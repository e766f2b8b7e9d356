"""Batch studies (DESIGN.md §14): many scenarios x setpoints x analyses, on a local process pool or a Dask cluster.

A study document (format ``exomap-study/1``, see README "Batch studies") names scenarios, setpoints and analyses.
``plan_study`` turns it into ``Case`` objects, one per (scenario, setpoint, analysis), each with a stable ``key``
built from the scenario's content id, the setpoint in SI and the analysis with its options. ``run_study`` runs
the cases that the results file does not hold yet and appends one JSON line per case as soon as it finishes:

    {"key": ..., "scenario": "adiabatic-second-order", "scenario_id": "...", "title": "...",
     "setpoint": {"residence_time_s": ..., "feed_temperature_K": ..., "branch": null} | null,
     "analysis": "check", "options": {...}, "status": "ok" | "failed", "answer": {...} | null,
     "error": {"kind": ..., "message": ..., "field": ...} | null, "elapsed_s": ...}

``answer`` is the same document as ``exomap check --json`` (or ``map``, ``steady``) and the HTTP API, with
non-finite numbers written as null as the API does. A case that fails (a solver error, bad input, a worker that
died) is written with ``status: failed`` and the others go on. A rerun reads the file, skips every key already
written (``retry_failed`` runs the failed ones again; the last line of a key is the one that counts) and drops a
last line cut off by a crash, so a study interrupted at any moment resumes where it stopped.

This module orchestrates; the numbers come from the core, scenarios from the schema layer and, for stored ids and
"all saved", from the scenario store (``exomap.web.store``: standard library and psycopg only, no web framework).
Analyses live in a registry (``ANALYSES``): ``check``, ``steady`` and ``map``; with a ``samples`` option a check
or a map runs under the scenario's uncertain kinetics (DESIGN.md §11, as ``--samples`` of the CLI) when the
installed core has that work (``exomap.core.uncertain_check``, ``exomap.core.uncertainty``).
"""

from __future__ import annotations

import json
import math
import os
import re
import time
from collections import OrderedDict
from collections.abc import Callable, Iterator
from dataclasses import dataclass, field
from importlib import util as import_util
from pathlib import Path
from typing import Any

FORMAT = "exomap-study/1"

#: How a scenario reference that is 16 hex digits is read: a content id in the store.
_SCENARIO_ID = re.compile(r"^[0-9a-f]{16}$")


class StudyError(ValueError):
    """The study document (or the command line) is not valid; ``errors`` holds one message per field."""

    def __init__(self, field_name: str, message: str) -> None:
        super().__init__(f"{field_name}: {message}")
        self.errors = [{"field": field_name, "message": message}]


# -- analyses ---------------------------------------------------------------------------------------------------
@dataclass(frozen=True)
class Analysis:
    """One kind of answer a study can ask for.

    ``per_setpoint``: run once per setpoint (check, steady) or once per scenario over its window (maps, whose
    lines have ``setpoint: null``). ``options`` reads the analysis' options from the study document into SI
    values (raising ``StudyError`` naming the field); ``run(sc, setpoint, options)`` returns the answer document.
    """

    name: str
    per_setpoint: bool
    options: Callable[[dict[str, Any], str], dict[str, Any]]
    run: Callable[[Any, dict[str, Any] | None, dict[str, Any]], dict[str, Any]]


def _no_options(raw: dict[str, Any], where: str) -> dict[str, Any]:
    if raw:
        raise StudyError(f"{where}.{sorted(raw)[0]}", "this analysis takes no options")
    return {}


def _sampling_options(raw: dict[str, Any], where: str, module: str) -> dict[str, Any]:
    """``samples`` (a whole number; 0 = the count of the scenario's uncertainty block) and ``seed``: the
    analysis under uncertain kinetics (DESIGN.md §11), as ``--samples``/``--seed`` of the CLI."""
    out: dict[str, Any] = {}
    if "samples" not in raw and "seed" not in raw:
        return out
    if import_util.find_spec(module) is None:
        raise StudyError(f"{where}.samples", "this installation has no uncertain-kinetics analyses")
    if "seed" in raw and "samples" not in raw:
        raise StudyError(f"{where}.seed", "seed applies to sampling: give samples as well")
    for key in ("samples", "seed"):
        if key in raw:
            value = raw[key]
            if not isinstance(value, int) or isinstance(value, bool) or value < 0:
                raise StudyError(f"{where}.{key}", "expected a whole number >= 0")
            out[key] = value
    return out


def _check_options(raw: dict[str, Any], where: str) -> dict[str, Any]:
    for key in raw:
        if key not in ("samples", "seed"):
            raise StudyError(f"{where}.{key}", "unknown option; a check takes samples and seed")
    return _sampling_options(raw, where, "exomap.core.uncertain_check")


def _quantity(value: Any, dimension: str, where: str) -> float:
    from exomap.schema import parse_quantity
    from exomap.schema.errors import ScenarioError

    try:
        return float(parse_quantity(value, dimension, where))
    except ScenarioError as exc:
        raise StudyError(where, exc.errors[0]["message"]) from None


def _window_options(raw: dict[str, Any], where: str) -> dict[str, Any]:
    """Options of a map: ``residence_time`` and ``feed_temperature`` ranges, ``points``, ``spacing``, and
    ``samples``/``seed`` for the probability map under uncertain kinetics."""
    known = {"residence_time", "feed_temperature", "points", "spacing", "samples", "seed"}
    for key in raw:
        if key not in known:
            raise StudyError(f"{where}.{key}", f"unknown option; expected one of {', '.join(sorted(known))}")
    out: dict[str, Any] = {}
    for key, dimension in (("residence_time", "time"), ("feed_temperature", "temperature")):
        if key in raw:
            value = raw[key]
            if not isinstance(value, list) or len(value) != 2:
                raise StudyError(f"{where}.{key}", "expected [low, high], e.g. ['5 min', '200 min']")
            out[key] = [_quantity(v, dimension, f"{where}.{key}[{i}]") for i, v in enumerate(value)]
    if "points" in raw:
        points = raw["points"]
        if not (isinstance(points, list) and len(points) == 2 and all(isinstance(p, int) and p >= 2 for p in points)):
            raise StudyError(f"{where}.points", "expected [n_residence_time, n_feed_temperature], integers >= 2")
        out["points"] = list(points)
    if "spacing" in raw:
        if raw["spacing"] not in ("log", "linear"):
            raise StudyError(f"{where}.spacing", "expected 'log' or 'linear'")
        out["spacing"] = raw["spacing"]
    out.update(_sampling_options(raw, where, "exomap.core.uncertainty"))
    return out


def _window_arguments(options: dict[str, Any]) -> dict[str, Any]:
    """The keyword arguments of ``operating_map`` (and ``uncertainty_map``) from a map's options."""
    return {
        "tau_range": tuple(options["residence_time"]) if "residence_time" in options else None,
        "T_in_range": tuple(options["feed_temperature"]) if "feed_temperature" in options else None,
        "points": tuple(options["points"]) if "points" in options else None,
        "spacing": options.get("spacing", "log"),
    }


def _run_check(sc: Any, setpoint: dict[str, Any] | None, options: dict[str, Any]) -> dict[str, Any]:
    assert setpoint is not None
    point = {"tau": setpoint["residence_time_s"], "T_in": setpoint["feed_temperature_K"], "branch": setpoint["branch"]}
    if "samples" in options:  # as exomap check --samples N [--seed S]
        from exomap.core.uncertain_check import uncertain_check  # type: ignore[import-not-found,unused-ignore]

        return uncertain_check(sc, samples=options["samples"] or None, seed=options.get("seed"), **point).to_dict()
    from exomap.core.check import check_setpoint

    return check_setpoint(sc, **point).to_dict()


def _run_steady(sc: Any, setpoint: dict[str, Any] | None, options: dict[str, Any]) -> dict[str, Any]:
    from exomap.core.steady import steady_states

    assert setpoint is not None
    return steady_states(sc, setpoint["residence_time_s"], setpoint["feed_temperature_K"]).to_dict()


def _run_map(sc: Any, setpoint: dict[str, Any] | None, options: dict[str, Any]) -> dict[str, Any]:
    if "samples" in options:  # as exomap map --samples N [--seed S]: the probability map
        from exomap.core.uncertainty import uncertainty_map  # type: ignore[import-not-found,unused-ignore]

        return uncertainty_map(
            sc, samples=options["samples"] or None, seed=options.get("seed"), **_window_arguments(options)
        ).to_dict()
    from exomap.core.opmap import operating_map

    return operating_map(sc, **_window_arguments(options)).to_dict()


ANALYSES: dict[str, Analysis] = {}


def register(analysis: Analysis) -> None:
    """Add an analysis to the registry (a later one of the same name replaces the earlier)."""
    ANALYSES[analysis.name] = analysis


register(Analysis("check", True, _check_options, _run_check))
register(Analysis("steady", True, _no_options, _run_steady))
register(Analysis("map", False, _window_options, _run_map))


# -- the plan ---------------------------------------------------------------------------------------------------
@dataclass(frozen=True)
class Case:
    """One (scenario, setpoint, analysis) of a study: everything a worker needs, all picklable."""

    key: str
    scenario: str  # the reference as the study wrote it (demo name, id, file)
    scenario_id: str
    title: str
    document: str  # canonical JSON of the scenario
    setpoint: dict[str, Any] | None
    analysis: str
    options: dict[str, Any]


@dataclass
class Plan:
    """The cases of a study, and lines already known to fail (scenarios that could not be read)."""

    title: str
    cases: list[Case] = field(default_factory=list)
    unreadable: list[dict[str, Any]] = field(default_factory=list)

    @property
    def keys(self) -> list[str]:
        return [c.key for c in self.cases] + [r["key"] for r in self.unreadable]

◆ ◆ ◆ ◆ ◆ ◆ ◆

## THE TASK
Within the data above, filter for lines containing the word "unused" and copy each one.

## WRITTEN RESPONSE
        from exomap.core.uncertain_check import uncertain_check  # type: ignore[import-not-found,unused-ignore]
        from exomap.core.uncertainty import uncertainty_map  # type: ignore[import-not-found,unused-ignore]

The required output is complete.